What the task asks:
Lines outside the range are not wanted. Give again exactly the lines between the line holding "var counts [16]int" and the line holding "if td > 3 ||", inclusive, from the listing below.

┌──

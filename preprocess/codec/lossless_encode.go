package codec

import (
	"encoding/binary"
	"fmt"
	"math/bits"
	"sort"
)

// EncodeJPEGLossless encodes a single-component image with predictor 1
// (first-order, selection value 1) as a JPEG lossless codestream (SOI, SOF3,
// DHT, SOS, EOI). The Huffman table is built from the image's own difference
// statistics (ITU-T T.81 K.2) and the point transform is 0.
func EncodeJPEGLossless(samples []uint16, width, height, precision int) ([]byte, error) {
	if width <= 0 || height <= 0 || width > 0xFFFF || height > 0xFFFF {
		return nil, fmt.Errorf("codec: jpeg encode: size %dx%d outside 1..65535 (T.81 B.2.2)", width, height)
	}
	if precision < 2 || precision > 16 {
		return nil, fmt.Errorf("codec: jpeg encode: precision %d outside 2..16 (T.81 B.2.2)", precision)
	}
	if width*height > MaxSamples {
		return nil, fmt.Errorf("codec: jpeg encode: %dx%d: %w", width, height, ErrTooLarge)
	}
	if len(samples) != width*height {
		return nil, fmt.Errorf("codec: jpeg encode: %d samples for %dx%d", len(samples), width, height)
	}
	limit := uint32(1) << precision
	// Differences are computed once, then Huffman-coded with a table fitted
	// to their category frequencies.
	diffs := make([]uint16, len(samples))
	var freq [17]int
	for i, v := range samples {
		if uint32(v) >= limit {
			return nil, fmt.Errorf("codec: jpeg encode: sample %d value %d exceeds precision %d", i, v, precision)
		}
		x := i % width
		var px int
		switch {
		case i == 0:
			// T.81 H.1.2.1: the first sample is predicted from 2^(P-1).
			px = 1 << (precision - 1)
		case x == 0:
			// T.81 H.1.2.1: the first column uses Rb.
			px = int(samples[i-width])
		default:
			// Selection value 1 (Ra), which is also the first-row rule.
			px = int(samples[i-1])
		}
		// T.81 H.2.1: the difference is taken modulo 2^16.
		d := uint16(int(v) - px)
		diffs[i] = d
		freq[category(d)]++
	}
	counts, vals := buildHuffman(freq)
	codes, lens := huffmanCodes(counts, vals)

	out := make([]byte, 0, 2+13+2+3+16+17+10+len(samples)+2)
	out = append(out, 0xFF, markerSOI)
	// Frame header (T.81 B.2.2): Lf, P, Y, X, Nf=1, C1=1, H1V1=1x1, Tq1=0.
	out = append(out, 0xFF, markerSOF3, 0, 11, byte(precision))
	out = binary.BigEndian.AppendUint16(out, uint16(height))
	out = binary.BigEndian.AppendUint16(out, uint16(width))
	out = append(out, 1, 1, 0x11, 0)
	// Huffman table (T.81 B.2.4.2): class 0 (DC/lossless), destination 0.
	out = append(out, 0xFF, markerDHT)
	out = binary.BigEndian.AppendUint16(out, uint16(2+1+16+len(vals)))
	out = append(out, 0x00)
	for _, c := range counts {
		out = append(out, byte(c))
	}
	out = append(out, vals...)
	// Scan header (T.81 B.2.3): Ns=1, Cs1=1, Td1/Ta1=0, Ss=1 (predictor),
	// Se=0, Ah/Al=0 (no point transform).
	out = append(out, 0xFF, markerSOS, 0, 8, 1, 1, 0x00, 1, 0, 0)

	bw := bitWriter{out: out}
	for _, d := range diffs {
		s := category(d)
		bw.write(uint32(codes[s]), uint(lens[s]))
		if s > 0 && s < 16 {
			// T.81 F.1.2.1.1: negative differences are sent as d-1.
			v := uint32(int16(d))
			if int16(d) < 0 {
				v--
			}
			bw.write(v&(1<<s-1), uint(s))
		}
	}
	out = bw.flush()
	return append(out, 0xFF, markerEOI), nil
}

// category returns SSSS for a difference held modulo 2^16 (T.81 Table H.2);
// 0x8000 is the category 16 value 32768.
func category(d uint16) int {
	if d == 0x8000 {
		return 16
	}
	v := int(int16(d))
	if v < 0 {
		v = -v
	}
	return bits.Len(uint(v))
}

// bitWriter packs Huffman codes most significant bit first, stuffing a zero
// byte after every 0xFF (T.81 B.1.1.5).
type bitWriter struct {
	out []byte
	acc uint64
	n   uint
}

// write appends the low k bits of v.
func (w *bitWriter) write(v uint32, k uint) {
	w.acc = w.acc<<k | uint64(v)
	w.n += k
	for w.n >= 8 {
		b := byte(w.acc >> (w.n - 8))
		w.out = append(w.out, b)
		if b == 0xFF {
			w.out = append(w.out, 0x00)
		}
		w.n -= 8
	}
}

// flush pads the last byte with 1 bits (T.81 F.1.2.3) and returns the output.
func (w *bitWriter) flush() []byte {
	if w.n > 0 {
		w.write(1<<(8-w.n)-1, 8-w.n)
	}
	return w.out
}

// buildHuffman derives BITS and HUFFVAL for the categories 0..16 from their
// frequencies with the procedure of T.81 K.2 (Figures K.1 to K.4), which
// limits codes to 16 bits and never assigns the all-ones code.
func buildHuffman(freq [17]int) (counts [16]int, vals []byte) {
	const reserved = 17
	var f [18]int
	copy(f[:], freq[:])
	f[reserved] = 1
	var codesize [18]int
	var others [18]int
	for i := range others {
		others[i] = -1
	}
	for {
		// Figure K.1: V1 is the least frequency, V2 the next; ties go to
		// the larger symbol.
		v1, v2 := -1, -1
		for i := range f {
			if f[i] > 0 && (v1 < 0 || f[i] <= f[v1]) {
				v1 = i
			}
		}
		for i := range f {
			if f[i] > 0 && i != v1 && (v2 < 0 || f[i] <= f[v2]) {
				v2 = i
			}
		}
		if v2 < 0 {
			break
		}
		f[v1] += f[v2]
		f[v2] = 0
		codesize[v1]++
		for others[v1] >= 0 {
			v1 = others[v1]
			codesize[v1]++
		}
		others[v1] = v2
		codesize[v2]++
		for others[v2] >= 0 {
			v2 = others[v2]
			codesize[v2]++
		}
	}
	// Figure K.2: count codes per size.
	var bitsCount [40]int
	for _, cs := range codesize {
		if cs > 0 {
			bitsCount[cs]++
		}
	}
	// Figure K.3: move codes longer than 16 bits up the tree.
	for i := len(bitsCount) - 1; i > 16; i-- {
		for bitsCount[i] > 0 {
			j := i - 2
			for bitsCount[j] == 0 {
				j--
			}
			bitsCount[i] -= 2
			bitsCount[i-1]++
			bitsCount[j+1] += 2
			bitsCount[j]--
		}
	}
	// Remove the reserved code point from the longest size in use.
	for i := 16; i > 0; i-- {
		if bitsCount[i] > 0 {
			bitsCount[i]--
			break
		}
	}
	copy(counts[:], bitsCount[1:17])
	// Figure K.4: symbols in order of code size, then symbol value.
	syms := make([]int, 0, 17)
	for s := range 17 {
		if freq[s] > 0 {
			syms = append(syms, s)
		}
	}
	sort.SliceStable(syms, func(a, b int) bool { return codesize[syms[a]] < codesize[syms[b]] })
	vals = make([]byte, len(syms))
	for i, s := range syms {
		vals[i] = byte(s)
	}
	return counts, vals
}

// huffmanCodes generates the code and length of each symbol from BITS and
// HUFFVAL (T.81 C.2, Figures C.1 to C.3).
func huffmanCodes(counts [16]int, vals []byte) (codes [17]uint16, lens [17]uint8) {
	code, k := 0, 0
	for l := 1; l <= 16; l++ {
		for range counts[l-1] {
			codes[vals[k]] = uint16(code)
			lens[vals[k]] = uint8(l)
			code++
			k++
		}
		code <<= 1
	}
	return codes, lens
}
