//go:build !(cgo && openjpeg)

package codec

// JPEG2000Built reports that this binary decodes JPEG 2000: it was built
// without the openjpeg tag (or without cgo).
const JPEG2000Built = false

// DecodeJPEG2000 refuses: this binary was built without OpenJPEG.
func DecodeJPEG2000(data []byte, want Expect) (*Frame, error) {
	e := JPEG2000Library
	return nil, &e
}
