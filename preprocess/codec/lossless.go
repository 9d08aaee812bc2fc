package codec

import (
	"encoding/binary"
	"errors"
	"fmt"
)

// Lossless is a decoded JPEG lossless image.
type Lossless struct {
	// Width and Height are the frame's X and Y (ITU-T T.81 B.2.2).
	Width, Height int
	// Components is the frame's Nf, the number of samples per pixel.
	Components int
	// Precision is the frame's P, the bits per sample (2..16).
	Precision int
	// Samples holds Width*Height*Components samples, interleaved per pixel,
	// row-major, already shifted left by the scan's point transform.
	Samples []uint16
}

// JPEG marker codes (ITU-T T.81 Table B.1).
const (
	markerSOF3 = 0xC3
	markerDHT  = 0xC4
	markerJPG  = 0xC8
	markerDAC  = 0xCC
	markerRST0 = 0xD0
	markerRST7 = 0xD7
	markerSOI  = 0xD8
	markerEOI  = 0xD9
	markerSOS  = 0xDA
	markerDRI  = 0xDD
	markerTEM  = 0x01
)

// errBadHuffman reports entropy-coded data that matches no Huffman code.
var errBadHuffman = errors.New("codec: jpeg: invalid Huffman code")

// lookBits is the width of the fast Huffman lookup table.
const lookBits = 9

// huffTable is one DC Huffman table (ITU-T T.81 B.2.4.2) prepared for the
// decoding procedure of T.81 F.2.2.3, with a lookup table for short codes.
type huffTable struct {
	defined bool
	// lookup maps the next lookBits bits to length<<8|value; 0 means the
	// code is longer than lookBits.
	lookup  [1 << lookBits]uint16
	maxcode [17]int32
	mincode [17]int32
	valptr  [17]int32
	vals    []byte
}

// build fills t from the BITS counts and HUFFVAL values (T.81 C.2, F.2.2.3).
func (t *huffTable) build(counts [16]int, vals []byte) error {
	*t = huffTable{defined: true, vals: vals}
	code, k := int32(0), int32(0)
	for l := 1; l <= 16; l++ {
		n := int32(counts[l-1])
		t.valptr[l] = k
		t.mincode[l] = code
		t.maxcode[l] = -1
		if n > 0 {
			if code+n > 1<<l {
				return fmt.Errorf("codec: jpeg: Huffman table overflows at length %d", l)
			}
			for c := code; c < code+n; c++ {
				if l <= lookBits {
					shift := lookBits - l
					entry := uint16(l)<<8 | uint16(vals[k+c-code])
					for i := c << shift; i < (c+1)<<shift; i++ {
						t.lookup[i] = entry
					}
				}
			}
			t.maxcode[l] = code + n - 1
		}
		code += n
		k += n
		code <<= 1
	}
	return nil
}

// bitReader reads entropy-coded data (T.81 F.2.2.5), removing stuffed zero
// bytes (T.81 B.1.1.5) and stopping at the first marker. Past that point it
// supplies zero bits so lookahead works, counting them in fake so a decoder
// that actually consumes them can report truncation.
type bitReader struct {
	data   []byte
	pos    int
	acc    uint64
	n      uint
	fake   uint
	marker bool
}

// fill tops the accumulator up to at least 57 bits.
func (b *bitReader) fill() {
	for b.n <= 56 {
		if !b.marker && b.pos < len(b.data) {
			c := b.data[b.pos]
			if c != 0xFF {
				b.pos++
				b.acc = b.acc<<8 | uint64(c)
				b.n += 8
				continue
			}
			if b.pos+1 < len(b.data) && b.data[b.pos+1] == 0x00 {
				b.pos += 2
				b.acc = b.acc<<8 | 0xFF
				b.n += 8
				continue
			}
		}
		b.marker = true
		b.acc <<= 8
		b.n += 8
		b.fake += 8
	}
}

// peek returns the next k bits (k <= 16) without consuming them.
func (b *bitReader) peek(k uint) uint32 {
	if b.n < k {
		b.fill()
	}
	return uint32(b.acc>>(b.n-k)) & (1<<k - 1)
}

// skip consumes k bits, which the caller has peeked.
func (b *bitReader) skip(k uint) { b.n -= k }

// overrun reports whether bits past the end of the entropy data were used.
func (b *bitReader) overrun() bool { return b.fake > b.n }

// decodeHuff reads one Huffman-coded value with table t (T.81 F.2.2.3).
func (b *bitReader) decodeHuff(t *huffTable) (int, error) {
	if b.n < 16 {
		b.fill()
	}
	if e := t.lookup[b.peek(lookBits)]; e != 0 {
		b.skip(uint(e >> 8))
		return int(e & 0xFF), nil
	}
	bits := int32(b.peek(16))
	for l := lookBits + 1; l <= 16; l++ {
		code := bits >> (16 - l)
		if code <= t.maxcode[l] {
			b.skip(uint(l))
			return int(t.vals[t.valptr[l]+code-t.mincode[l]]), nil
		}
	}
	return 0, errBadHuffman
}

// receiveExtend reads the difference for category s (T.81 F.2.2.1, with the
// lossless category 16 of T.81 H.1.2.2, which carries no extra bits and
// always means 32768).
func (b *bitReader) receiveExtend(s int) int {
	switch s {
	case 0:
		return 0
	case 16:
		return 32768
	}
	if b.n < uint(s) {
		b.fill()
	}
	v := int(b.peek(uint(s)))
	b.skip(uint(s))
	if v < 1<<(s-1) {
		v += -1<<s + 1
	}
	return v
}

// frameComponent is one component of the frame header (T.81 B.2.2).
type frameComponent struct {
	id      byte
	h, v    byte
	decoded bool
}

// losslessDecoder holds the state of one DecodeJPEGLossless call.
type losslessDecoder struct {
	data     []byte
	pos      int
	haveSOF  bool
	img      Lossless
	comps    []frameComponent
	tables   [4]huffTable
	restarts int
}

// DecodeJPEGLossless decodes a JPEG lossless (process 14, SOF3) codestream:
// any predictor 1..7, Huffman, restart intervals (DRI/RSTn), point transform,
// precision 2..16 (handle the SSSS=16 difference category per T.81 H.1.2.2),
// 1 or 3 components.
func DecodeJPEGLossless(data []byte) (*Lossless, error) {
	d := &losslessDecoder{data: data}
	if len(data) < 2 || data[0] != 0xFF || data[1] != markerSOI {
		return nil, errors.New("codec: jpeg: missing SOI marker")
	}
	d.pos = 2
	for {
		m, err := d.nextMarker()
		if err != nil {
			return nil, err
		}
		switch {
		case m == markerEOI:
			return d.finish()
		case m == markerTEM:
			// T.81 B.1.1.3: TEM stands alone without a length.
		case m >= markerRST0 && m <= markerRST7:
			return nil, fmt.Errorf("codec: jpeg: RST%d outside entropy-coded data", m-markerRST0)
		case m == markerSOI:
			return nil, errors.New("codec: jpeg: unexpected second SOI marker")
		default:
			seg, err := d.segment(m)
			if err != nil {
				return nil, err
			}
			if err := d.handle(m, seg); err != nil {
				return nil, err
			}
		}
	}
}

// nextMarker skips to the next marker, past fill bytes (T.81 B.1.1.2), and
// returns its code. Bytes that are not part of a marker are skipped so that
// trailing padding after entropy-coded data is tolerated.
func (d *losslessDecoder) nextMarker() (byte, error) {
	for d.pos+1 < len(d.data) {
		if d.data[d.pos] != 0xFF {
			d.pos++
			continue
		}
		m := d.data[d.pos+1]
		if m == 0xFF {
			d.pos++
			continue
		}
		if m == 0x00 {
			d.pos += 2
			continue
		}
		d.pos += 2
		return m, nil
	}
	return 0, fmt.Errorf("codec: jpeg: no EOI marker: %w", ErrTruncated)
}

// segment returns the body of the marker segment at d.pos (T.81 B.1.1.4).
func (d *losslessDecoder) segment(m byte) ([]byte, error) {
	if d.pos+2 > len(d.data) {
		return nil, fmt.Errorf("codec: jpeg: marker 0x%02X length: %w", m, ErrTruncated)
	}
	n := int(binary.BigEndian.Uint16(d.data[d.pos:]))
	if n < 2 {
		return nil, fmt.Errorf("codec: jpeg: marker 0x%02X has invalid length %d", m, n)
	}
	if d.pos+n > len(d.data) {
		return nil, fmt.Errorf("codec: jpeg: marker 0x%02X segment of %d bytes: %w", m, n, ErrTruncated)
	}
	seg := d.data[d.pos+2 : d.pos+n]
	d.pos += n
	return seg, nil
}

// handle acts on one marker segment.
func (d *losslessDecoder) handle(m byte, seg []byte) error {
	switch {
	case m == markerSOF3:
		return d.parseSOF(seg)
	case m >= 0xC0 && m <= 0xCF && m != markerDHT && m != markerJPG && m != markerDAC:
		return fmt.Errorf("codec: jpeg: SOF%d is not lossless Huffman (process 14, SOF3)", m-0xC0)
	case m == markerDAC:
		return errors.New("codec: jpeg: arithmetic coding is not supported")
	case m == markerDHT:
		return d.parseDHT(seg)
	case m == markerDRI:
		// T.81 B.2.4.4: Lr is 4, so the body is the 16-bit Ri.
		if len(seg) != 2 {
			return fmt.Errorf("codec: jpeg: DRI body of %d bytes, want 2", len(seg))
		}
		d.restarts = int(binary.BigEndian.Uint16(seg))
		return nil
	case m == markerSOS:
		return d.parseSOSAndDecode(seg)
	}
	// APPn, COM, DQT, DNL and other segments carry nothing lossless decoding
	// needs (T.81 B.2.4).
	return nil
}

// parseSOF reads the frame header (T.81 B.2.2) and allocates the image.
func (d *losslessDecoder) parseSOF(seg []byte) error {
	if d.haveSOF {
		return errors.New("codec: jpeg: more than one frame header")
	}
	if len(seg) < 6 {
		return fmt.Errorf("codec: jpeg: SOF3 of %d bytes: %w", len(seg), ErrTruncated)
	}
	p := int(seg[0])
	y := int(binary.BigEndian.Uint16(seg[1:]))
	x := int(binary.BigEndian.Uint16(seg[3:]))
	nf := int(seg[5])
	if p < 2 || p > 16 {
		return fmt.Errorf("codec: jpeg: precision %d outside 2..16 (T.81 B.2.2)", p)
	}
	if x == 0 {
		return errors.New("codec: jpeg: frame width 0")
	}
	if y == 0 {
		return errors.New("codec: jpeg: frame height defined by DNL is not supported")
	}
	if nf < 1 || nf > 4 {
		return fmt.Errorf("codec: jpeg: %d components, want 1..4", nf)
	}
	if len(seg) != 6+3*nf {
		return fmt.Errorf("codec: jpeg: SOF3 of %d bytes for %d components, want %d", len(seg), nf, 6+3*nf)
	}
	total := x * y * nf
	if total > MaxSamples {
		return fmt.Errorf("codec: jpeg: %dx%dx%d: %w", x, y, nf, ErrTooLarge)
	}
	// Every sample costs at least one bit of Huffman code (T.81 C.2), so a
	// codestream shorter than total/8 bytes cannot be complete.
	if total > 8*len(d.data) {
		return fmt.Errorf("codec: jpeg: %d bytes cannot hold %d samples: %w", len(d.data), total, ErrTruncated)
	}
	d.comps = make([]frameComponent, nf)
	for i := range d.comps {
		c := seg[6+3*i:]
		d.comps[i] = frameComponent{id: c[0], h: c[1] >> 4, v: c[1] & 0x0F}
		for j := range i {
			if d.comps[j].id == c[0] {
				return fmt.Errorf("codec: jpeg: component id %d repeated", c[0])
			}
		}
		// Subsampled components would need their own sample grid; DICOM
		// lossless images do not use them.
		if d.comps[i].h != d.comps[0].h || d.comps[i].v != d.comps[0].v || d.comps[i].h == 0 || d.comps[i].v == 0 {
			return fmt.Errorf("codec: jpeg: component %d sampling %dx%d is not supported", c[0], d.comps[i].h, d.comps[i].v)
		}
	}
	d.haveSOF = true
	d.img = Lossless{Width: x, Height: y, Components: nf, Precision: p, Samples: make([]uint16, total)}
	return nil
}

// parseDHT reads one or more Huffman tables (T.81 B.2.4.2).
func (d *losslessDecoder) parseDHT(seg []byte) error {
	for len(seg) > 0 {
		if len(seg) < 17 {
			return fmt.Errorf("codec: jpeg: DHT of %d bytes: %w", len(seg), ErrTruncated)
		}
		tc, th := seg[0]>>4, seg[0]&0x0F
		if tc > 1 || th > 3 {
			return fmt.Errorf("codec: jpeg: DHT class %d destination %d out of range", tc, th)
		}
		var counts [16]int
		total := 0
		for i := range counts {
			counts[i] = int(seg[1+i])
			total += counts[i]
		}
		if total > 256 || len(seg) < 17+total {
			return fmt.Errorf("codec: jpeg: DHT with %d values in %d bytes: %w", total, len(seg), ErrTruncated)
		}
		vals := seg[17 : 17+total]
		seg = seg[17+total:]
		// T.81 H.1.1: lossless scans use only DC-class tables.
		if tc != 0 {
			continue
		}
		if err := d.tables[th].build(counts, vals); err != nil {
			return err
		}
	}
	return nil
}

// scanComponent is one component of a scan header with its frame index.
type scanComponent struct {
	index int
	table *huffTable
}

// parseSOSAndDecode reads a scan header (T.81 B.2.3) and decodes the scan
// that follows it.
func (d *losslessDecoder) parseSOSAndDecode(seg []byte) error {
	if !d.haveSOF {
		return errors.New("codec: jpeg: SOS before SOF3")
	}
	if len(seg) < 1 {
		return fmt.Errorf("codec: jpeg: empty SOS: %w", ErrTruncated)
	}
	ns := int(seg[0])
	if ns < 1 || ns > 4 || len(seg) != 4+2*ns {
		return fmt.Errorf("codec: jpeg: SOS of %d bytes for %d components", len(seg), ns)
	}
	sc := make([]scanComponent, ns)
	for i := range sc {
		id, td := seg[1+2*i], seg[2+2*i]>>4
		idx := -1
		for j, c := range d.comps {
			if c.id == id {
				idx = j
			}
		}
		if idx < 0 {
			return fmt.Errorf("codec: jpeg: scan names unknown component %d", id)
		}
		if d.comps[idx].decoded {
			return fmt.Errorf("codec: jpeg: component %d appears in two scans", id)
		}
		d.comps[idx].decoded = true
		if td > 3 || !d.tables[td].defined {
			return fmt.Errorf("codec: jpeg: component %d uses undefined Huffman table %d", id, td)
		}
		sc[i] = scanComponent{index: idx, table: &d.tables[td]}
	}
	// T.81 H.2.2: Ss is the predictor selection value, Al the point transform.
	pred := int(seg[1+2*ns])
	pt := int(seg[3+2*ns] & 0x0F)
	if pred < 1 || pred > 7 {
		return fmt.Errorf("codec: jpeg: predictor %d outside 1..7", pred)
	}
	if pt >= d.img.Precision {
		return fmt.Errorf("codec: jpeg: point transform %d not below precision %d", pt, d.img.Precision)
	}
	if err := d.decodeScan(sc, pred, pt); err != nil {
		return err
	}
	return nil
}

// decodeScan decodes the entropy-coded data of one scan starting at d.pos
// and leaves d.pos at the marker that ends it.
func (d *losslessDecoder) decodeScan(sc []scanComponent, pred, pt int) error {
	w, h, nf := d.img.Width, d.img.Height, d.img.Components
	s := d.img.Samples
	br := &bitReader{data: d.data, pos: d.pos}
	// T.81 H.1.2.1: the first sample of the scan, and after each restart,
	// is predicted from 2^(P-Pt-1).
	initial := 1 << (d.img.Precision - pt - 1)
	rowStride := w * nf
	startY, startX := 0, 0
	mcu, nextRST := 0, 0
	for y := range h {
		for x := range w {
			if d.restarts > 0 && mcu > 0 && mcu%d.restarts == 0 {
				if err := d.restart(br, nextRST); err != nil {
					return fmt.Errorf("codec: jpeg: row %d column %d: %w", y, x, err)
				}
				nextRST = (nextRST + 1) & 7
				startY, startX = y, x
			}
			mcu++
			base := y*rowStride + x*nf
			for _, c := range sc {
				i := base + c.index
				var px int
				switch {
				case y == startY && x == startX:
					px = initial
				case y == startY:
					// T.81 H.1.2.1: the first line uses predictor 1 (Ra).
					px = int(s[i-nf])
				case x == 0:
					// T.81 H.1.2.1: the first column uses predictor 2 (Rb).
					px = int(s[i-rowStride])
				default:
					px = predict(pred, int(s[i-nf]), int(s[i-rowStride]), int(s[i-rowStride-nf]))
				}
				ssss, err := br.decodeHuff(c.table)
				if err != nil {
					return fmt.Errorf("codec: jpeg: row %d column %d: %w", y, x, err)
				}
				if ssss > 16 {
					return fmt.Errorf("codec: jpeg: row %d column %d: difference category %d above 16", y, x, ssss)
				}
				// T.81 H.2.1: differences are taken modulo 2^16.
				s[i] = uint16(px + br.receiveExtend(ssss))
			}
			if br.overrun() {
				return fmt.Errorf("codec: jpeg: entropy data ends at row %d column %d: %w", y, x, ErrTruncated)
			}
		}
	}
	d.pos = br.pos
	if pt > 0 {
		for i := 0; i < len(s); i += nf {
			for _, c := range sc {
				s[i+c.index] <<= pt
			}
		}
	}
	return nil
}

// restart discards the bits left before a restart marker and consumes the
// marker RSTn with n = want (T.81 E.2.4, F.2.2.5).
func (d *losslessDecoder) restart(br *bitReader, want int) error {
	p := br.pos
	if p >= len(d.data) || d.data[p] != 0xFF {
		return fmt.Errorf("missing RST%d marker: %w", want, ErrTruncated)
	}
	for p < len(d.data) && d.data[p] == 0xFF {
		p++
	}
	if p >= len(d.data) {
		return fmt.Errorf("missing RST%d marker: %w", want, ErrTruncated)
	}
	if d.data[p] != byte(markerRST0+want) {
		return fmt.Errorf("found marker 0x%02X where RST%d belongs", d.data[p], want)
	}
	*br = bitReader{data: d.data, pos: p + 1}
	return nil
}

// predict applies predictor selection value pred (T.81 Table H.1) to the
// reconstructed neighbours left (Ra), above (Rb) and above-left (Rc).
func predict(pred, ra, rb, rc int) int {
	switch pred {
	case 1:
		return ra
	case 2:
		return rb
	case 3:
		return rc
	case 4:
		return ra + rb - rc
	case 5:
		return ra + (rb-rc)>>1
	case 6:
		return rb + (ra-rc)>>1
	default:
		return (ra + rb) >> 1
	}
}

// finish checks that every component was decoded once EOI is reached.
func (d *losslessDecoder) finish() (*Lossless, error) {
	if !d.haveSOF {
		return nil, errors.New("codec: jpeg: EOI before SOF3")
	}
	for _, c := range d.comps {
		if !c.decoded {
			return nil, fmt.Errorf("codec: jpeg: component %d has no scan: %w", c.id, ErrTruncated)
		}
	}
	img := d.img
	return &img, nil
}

└──

Result:
		var counts [16]int
		total := 0
		for i := range counts {
			counts[i] = int(seg[1+i])
			total += counts[i]
		}
		if total > 256 || len(seg) < 17+total {
			return fmt.Errorf("codec: jpeg: DHT with %d values in %d bytes: %w", total, len(seg), ErrTruncated)
		}
		vals := seg[17 : 17+total]
		seg = seg[17+total:]
		// T.81 H.1.1: lossless scans use only DC-class tables.
		if tc != 0 {
			continue
		}
		if err := d.tables[th].build(counts, vals); err != nil {
			return err
		}
	}
	return nil
}

// scanComponent is one component of a scan header with its frame index.
type scanComponent struct {
	index int
	table *huffTable
}

// parseSOSAndDecode reads a scan header (T.81 B.2.3) and decodes the scan
// that follows it.
func (d *losslessDecoder) parseSOSAndDecode(seg []byte) error {
	if !d.haveSOF {
		return errors.New("codec: jpeg: SOS before SOF3")
	}
	if len(seg) < 1 {
		return fmt.Errorf("codec: jpeg: empty SOS: %w", ErrTruncated)
	}
	ns := int(seg[0])
	if ns < 1 || ns > 4 || len(seg) != 4+2*ns {
		return fmt.Errorf("codec: jpeg: SOS of %d bytes for %d components", len(seg), ns)
	}
	sc := make([]scanComponent, ns)
	for i := range sc {
		id, td := seg[1+2*i], seg[2+2*i]>>4
		idx := -1
		for j, c := range d.comps {
			if c.id == id {
				idx = j
			}
		}
		if idx < 0 {
			return fmt.Errorf("codec: jpeg: scan names unknown component %d", id)
		}
		if d.comps[idx].decoded {
			return fmt.Errorf("codec: jpeg: component %d appears in two scans", id)
		}
		d.comps[idx].decoded = true
		if td > 3 || !d.tables[td].defined {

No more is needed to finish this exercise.